TASK GOAL: Look below and pull out each line with the word "auto".

Dataset entries:
________________
// Builds the map from per-well named values (column name -> cell), in column order.
class MapBuilder {
 public:
  MapBuilder(std::string file, std::vector<std::string> columns, int header_line, const MapColumnOptions& options)
      : file_(std::move(file)), columns_(std::move(columns)) {
    plan_ = detail::plan_map_columns(file_, header_line, columns_, options);
    for (std::size_t i = 0; i < columns_.size(); ++i)
      if (plan_.kind[i] != detail::ColumnKind::well && plan_.kind[i] != detail::ColumnKind::role)
        map_.columns.push_back(columns_[i]);
    map_.header_line = header_line;
  }
  void add(WellId w, const std::vector<Cell>& cells, int line, const std::string& line_text, int well_column) {
    if (auto it = map_.wells.find(w); it != map_.wells.end()) {
      throw InputError(Where{file_, line, well_column, line_text},
                       fmt::format("well {} is mapped twice (first at line {})", well_name(w), it->second.line),
                       {"keep one row per well"});
    }
    WellInfo info;
    info.well = w;
    info.line = line;
    info.column = well_column;
    info.line_text = line_text;
    for (std::size_t i = 0; i < columns_.size(); ++i) {
      const Cell& c = cells[i];
      const int decades = plan_.decades[i];
      switch (plan_.kind[i]) {
        case detail::ColumnKind::well:
          continue;
        case detail::ColumnKind::role:
          info.role = parse_role(file_, c);
          continue;
        case detail::ColumnKind::substrate:
          info.substrate = detail::scale_by_decades(parse_conc(file_, c, columns_[i]), decades);
          if (plan_.match_is_substrate && std::isfinite(info.substrate)) info.match = fmt::format("{}", info.substrate);
          break;
        case detail::ColumnKind::standard_conc:
          info.standard_conc = detail::scale_by_decades(parse_conc(file_, c, columns_[i]), decades);
          break;
        case detail::ColumnKind::match:
          info.match = std::string(detail::trim(c.text));
          break;
        case detail::ColumnKind::compound_conc:
          info.compound_conc = detail::scale_by_decades(parse_conc(file_, c, columns_[i]), decades);
          break;
        case detail::ColumnKind::compound:
        case detail::ColumnKind::other:
          break;
      }
      info.values.push_back(std::string(detail::trim(c.text)));
    }
    if (info.role == Role::standard && std::isnan(info.standard_conc)) {
      throw InputError(Where{file_, line, 0, line_text},
                       fmt::format("standard well {} has no `standard_conc`", well_name(w)),
                       {"give every standard well its known concentration in `standard_conc`"});
    }
    map_.wells.emplace(w, std::move(info));
  }
  PlateMap finish(std::string form) && {
    if (map_.wells.empty())
      throw InputError(Where{file_, map_.header_line},
                       "the plate map names its columns but maps no well (no row with a role)",
                       {"add one line per well (well, role, …), or check that the right file was given with --layout"});
    map_.source = file_;
    map_.form = std::move(form);
    bool screen = false;
    for (const auto& [w, info] : map_.wells) screen |= is_control(info.role);
    map_.warnings = screen ? detail::screen_column_warnings(plan_, file_) : std::move(plan_.warnings);
    map_.uses = std::move(plan_.uses);
    return std::move(map_);
  }

 private:
  std::string file_;
  std::vector<std::string> columns_;
  detail::ColumnPlan plan_;
  PlateMap map_;
};

// The line of the first non-blank, non-comment line: the tidy form's header.
int header_line_of(std::string_view text) {
  std::size_t at = 0;
  for (int ln = 1; at <= text.size(); ++ln) {
    const std::size_t end = text.find('\n', at);
    const auto l = detail::trim(text.substr(at, end == std::string_view::npos ? std::string_view::npos : end - at));
    if (!l.empty() && l.front() != '#') return ln;
    if (end == std::string_view::npos) break;
    at = end + 1;
  }
  return 1;
}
________________
SOLUTION BELOW:
    if (auto it = map_.wells.find(w); it != map_.wells.end()) {
    for (const auto& [w, info] : map_.wells) screen |= is_control(info.role);
    const auto l = detail::trim(text.substr(at, end == std::string_view::npos ? std::string_view::npos : end - at));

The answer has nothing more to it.